Najważniejsze informacje (kliknij, aby przejść)
Ze świeczką trzeba szukać we Wrocławiu miejsc, w których można kupić kurki.
Na Niedźwiedziej nie kupimy kurek od ręki. Trzeba zamawiać
– W hurcie mało jest tych grzybów i są drogie, bo jest sucho – sprzedawcy na Targowisku Niedźwiedzia, przy ul. Niedźwiedziej we Wrocławiu rozkładają ręce.
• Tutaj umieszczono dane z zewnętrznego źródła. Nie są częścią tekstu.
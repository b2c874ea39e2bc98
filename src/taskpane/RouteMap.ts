/**
 * The route map in the pane: routes drawn on a canvas in a colour-blind-safe palette with
 * direction arrows and sequence numbers, depots as labelled squares, vehicle and depot labels
 * placed so they overlap neither each other nor a depot, a hover text per stop and depot, a
 * legend whose entries highlight their route (click or keyboard), and the whole map in words
 * for screen readers. Places whose geocoded address is doubtful get a dashed ring with a "?", a
 * legend entry, a line in their hover text and a list in the map in words. Offline by default (an equirectangular fit, nothing fetched); an optional
 * background supplies its own projection (see `TileBackground`).
 * The canvas' `data-routes`, `data-depots`, `data-doubtful` and `data-highlight` attributes say what was drawn, for tests.
 */
import type { LatLon, Plan, Problem } from "../core/index.js";
import { depotName, describeRoutes, stopHoverText } from "./describeRoutes.js";
import type { DoubtfulPlace } from "./doubtfulPlaces.js";
import { drawRouteLayer, type DrawnRoute, type MapPoint } from "./drawRouteLayer.js";
import { fitEquirectangular, type FittedProjection } from "./fitEquirectangular.js";
import { placeMapLabels } from "./mapLabels.js";
import { renderMapLegend } from "./mapLegend.js";
import { renderMapText } from "./mapText.js";
import { vehicleStyle, type RouteStyle } from "./vehicleColour.js";

/** The elements the map draws into (see taskpane.html). */
export interface RouteMapElements {
  /** The canvas (sized by CSS; redrawn at device resolution). */
  readonly canvas: HTMLCanvasElement;
  /** An absolutely positioned element inside the canvas' positioned parent. */
  readonly tooltip: HTMLElement;
  /** A layer over the canvas, same size, that receives the labels. */
  readonly labels: HTMLElement;
  /** A list that receives one entry per used vehicle. */
  readonly legend: HTMLElement;
  /** A visually hidden element that receives the map in words. */
  readonly text: HTMLElement;
}

/** Where the map gets its pixel positions: a fit of its own, or a background's projection. */
export interface MapProjector {
  /** Fit `points` into `width x height` px and return the projection to draw with. */
  fit(points: readonly LatLon[], width: number, height: number, paddingPx: number): FittedProjection | Promise<FittedProjection>;
}

interface HoverPoint extends MapPoint {
  readonly text: string;
}

/** Numbers go into every stop marker when no two stops are closer than this, px. */
const NUMBER_SPACING_PX = 17;
const PADDING_PX = 26;

const offline: MapProjector = { fit: (points, w, h, pad) => fitEquirectangular(points, w, h, pad) };

/** Draws a plan and answers hovers and legend clicks. */
export class RouteMap {
  private hoverPoints: HoverPoint[] = [];
  private last:
    { problem: Problem; plan: Plan; doubtful: readonly DoubtfulPlace[]; projection: FittedProjection; w: number; h: number } | undefined;
  private highlighted: string | undefined;
  private projector: MapProjector = offline;

  /** @param el - the map's elements */
  constructor(private readonly el: RouteMapElements) {
    el.canvas.addEventListener("mousemove", (e) => this.hover(e.offsetX, e.offsetY));
    el.canvas.addEventListener("mouseleave", () => (el.tooltip.hidden = true));
    window.addEventListener("resize", () => void (this.last && this.draw(this.last.problem, this.last.plan, this.last.doubtful)));
  }

  /**
   * Use `projector` for the next draws (a tile background), or the offline fit when undefined;
   * redraws the last plan.
   *
   * @param projector - the background's projection, or undefined for none
   * @example await map.setProjector(undefined)
   */
  async setProjector(projector: MapProjector | undefined): Promise<void> {
    this.projector = projector ?? offline;
    if (this.last) await this.draw(this.last.problem, this.last.plan, this.last.doubtful);
  }

  /**
   * Draw `plan` of `problem`, replacing what was there.
   *
   * @param problem - the solved problem (locations, stops, vehicles)
   * @param plan - its plan
   * @param doubtful - places whose geocoded address is doubtful (`doubtfulPlaces`), marked distinctly
   * @example await map.draw(read.problem, result.plan)
   */
  async draw(problem: Problem, plan: Plan, doubtful: readonly DoubtfulPlace[] = []): Promise<void> {
    const w = this.el.canvas.clientWidth || 320;
    const h = this.el.canvas.clientHeight || 260;
    const used = new Set<number>([
      ...problem.stops.map((s) => s.location),
      ...problem.vehicles.flatMap((v) => [v.startLocation, v.endLocation]),
    ]);
    const shown = [...used].map((i) => problem.locations[i]).filter((p) => p !== undefined);
    if (this.last?.plan !== plan) this.highlighted = undefined;
    if (shown.length === 0) return;
    const projection = await this.projector.fit(shown, w, h, PADDING_PX);
    this.last = { problem, plan, doubtful, projection, w, h };
    this.render();
  }

  /** Redraw the last plan with the last projection (after a highlight change). */
  private render(): void {
    const last = this.last;
    if (!last) return;
    const { problem, plan, doubtful, projection, w, h } = last;
    const canvas = this.el.canvas;
    const ratio = window.devicePixelRatio || 1;
    canvas.width = Math.round(w * ratio);
    canvas.height = Math.round(h * ratio);
    const ctx = canvas.getContext("2d");
    if (!ctx) return;
    ctx.setTransform(ratio, 0, 0, ratio, 0, 0);
    ctx.clearRect(0, 0, w, h);
    const at = (loc: number): MapPoint => projection.project(problem.locations[loc] ?? { lat: 0, lon: 0 });

    this.hoverPoints = [];
    const routes: (DrawnRoute & { vehicle: string; stops: string[]; first: MapPoint; km: number })[] = [];
    const styles: (RouteStyle | undefined)[] = [];
    plan.routes.forEach((route, r) => {
      const vehicle = problem.vehicles[route.vehicle];
      if (!vehicle || route.visits.length === 0) return;
      const style = vehicleStyle(routes.length);
      styles[r] = style;
      const stops = route.visits.map((v) => at(problem.stops[v.stop]?.location ?? 0));
      route.visits.forEach((visit, i) =>
        this.hoverPoints.push({ ...stops[i]!, text: stopHoverText(problem, vehicle.id, visit, i + 1, route.visits.length) }),
      );
      routes.push({
        style,
        path: [at(vehicle.startLocation), ...stops, at(vehicle.endLocation)],
        highlighted: this.highlighted === undefined ? undefined : this.highlighted === vehicle.id,
        vehicle: vehicle.id,
        stops: route.visits.map((v) => problem.stops[v.stop]?.id ?? "?"),
        first: stops[0]!,
        km: route.distanceKm,
      });
    });
    const depotLocs = [...new Set(problem.vehicles.flatMap((v) => [v.startLocation, v.endLocation]))];
    const depots = depotLocs.map((loc) => ({ ...at(loc), name: depotName(problem, loc) }));
    for (const d of depots) this.hoverPoints.push({ x: d.x, y: d.y, text: `${d.name}\ndepot` });
    const unassigned = plan.unassigned.flatMap((u) => {
      const stop = problem.stops[u.stop];
      if (!stop) return [];
      const p = at(stop.location);
      this.hoverPoints.push({ ...p, text: `${stop.name || stop.id}\nnot served: ${u.reason}` });
      return [p];
    });
    const doubtfulAt = doubtful.map((d) => ({ ...d, ...at(d.location) }));
    // Hover on a doubtful place also says what its address was matched to.
    for (const d of doubtfulAt) {
      const line = `doubtful address match (${d.cell}): ${d.match}`;
      const i = this.hoverPoints.findIndex((p) => p.x === d.x && p.y === d.y);
      if (i >= 0) this.hoverPoints[i] = { ...this.hoverPoints[i]!, text: `${this.hoverPoints[i]!.text}\n${line}` };
      else this.hoverPoints.push({ x: d.x, y: d.y, text: `${d.name}\n${line}` });
    }
    const served = routes.flatMap((r) => r.path.slice(1, -1));
    const scaleBox = drawRouteLayer(
      ctx,
      { routes, depots, unassigned, doubtful: doubtfulAt, pxPerKm: projection.pxPerKm, numbers: isSparse(served) },
      h,
    );

    placeMapLabels(this.el.labels, ctx, depots, routes, scaleBox, w, h);
    renderMapLegend(this.el.legend, routes, doubtful.length, this.highlighted, (v) => this.toggleHighlight(v));
    const words = describeRoutes(
      problem,
      plan,
      styles.map((s) => (s ? `${s.colourName}${s.dash.length ? " dashed" : ""} line` : "")),
    );
    renderMapText(
      this.el.text,
      words,
      depots.map((d) => d.name),
      doubtful,
    );
    canvas.dataset.doubtful = JSON.stringify(
      doubtfulAt.map((d) => ({ name: d.name, cell: d.cell, x: Math.round(d.x), y: Math.round(d.y) })),
    );
    canvas.dataset.routes = JSON.stringify(routes.map((r) => ({ vehicle: r.vehicle, stops: r.stops })));
    canvas.dataset.highlight = this.highlighted ?? "";
    canvas.dataset.depots = JSON.stringify(depots.map((d) => ({ name: d.name, x: Math.round(d.x), y: Math.round(d.y) })));
  }

  private toggleHighlight(vehicle: string): void {
    this.highlighted = this.highlighted === vehicle ? undefined : vehicle;
    this.render();
    // The legend was rebuilt: keep keyboard focus on the entry the user pressed.
    this.el.legend.querySelector<HTMLButtonElement>(`button[data-vehicle="${CSS.escape(vehicle)}"]`)?.focus();
  }

  private hover(x: number, y: number): void {
    let best: HoverPoint | undefined;
    let bestD = 9 * 9;
    for (const p of this.hoverPoints) {
      const d = (p.x - x) ** 2 + (p.y - y) ** 2;
      if (d <= bestD) {
        best = p;
        bestD = d;
      }
    }
    const tip = this.el.tooltip;
    if (!best) {
      tip.hidden = true;
      return;
    }
    tip.textContent = best.text;
    tip.hidden = false;
    // Keep the whole text inside the map (CSS caps its width to the map's): right of the point when
    // it fits, else pushed left; above the point when it fits, else below.
    const wrapW = this.el.canvas.clientWidth;
    const wrapH = this.el.canvas.clientHeight;
    const left = clamp(best.x + 10, 2, wrapW - tip.offsetWidth - 2);
    const above = best.y - tip.offsetHeight - 10;
    const top = clamp(above >= 2 ? above : best.y + 12, 2, wrapH - tip.offsetHeight - 2);
    tip.style.left = `${left}px`;
    tip.style.top = `${top}px`;
  }
}

function clamp(v: number, lo: number, hi: number): number {
  return Math.max(lo, Math.min(v, Math.max(lo, hi)));
}

/** True when no two points are closer than `NUMBER_SPACING_PX` (checked on a grid, so large plans stay fast). */
function isSparse(points: readonly MapPoint[]): boolean {
  const cell = NUMBER_SPACING_PX;
  const grid = new Map<string, MapPoint[]>();
  for (const p of points) {
    const gx = Math.floor(p.x / cell);
    const gy = Math.floor(p.y / cell);
    for (let dx = -1; dx <= 1; dx++)
      for (let dy = -1; dy <= 1; dy++)
        for (const q of grid.get(`${gx + dx},${gy + dy}`) ?? []) if (Math.hypot(p.x - q.x, p.y - q.y) < cell) return false;
    const key = `${gx},${gy}`;
    grid.set(key, [...(grid.get(key) ?? []), p]);
  }
  return true;
}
Na ani jednym stoisku nie kupimy tu kurek od ręki.
Nie opłaca się ich sprowadzać, chyba, że na zamówienie. Mogą być dla pana na jutro, po około 90 złotych za kilogramproponuje jedna ze sprzedawczyń z targowiska przy ul. Niedźwiedziej we Wrocławiu
Warzywniak przy Legnickiej: kurek jest mało, bo młodzi nie chcą ich zbierać w lesie
W warzywniaku przy ul. Legnickiej, tuż przy restauracji Lviv, kurki są. Po 79 złotych za kilogram. Piękne, świeże.
– Drogie, bo nie ma kto ich zbierać. Kiedyś to młodzi ludzie chodzili po lasach, zbierali, oddawali do skupów, a teraz im się nie chce. I kurek nie ma – mówi jedna ze sprzedawczyń. A jej koleżanka dodaje: – Częściej „na kurki” chodzą teraz do lasu starsi ludzie, ale oni to, co zbiorą, to sprzedają od razu przy lesie, na poboczu drogi. Poza tym na Dolnym Śląsku kurek jest w lasach mało – więcej jest ich w środkowej Polsce i na północy.
Sprzedawczynie zaznaczają, że ceny kurek będą z czasem spadać i - gdy będzie ich więcej w lasach - będą kosztowały około 50 złotych za kilogram.
Kurki nie są tanie, ale w Hali Targowej nie narzekają na brak klientów
Kurki można też kupić – ale tylko tylko na jednym stoisku - w Hali Targowej przy ul. Piaskowej. 79 złotych za kilogram, 20 złotych za 250 gramowe pudełeczko.
– Choć nie są tanie, to na brak kupców nie narzekam – mówi sprzedawczyni.
Kto chce zaoszczędzić parę złotych, a smak kurek uwielbia, może się sam wybrać do lasu i ich poszukać.
Lubisz smak kurek? Wybierz się sam do lasu lub kup przez internet
Grzybiarze, na portalu grzyby.pl, chwalą się, że znajdują kurki w lasach w okolicach Wałbrzycha, w powiecie świdnickim i koło Jeleniej Góry.